• [YOUR TASK] Where the line containing "every document. */" appears, end your copy; everything from the first line of the records below up to and including it must be reproduced exactly.

• [EXCERPTED RECORDS]

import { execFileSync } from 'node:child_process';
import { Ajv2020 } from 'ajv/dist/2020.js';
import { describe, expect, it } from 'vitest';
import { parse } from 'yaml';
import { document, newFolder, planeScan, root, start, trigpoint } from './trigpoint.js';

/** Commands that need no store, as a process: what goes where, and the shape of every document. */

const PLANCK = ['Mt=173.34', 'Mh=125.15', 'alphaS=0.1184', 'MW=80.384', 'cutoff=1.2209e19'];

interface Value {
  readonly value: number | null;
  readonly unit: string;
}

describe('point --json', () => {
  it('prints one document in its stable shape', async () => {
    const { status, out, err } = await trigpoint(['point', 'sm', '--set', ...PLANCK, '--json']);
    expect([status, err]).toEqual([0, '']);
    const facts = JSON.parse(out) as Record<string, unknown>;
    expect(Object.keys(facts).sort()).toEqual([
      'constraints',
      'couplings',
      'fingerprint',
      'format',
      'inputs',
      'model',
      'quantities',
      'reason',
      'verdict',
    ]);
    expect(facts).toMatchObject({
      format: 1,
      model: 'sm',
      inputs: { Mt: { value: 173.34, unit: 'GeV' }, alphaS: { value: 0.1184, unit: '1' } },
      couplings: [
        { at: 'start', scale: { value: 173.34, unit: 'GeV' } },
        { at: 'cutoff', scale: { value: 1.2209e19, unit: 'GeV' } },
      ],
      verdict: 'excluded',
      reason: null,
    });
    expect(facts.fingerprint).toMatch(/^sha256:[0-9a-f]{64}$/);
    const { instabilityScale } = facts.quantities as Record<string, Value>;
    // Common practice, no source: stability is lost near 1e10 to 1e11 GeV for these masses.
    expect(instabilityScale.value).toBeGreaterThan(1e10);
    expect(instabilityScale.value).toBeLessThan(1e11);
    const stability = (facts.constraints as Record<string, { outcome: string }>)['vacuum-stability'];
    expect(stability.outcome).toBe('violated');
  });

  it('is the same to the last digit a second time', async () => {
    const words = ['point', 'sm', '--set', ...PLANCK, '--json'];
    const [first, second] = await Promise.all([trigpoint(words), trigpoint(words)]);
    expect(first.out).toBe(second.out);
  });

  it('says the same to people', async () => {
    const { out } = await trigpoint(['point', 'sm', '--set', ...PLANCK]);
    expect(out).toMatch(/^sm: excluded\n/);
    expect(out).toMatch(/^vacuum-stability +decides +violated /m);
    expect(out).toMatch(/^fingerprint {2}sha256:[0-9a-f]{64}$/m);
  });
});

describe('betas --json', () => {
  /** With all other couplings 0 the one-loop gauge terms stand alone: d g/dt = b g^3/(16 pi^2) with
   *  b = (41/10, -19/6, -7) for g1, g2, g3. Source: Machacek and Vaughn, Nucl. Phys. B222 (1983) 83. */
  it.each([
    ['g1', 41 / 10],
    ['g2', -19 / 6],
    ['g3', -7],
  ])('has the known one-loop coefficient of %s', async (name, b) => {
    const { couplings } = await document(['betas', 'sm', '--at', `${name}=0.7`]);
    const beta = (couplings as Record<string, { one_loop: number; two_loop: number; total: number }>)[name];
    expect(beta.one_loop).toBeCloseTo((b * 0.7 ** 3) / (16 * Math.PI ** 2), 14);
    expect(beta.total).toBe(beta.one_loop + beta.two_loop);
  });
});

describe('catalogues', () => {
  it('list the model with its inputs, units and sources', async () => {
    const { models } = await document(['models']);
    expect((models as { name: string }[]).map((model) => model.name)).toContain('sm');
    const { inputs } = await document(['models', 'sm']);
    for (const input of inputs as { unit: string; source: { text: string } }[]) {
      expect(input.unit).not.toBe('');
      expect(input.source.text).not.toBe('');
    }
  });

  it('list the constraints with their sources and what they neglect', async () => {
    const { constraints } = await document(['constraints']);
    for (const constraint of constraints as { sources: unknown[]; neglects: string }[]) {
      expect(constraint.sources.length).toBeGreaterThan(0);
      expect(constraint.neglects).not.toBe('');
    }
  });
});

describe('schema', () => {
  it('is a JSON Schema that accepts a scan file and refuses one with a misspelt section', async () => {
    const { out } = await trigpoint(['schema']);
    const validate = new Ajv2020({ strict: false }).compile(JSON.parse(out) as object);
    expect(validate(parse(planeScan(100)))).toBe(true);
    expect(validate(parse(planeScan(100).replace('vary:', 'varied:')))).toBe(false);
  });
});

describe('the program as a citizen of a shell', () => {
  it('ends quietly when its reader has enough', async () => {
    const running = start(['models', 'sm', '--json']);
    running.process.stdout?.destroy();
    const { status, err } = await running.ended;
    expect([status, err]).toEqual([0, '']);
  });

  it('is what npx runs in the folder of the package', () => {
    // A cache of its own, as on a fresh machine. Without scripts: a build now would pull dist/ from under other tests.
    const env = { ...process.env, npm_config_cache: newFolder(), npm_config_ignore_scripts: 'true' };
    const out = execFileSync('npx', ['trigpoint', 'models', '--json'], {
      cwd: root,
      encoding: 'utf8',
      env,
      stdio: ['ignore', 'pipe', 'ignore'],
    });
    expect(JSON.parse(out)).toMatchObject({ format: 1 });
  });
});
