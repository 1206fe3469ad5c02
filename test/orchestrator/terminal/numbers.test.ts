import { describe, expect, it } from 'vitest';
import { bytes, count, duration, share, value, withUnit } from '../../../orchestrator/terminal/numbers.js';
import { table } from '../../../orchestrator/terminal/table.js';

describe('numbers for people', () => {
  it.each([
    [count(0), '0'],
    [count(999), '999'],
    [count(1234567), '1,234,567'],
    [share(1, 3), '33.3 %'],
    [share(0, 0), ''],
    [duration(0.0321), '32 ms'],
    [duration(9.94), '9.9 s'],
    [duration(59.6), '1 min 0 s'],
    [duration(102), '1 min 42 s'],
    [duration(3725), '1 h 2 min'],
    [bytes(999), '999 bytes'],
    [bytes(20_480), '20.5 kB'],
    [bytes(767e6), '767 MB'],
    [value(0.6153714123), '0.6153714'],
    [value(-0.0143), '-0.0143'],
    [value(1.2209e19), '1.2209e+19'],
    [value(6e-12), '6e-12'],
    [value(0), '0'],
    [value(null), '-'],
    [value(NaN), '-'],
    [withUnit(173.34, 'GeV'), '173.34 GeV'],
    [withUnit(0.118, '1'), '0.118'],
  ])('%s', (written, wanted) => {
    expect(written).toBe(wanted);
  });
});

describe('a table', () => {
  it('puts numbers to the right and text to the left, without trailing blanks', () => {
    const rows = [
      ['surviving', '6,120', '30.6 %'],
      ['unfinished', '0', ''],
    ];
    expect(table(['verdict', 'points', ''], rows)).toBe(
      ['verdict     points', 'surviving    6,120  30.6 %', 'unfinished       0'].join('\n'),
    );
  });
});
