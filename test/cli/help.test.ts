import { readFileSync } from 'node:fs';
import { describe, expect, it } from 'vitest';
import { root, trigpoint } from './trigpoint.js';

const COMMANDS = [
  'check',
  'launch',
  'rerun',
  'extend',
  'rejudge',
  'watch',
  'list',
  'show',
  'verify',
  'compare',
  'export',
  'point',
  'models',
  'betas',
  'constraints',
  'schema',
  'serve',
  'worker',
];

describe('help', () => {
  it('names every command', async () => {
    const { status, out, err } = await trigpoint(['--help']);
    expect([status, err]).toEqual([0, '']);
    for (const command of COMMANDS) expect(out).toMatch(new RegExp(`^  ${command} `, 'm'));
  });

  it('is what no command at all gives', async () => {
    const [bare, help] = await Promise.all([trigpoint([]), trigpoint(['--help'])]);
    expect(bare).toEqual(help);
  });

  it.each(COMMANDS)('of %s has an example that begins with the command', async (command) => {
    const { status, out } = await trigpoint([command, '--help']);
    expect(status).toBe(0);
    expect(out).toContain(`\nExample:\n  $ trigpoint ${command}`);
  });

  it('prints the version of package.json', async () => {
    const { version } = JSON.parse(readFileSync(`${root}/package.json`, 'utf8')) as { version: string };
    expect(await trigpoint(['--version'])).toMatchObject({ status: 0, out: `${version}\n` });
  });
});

• [EXERCISE RESULT]
import { execFileSync } from 'node:child_process';
import { Ajv2020 } from 'ajv/dist/2020.js';
import { describe, expect, it } from 'vitest';
import { parse } from 'yaml';
import { document, newFolder, planeScan, root, start, trigpoint } from './trigpoint.js';

/** Commands that need no store, as a process: what goes where, and the shape of every document. */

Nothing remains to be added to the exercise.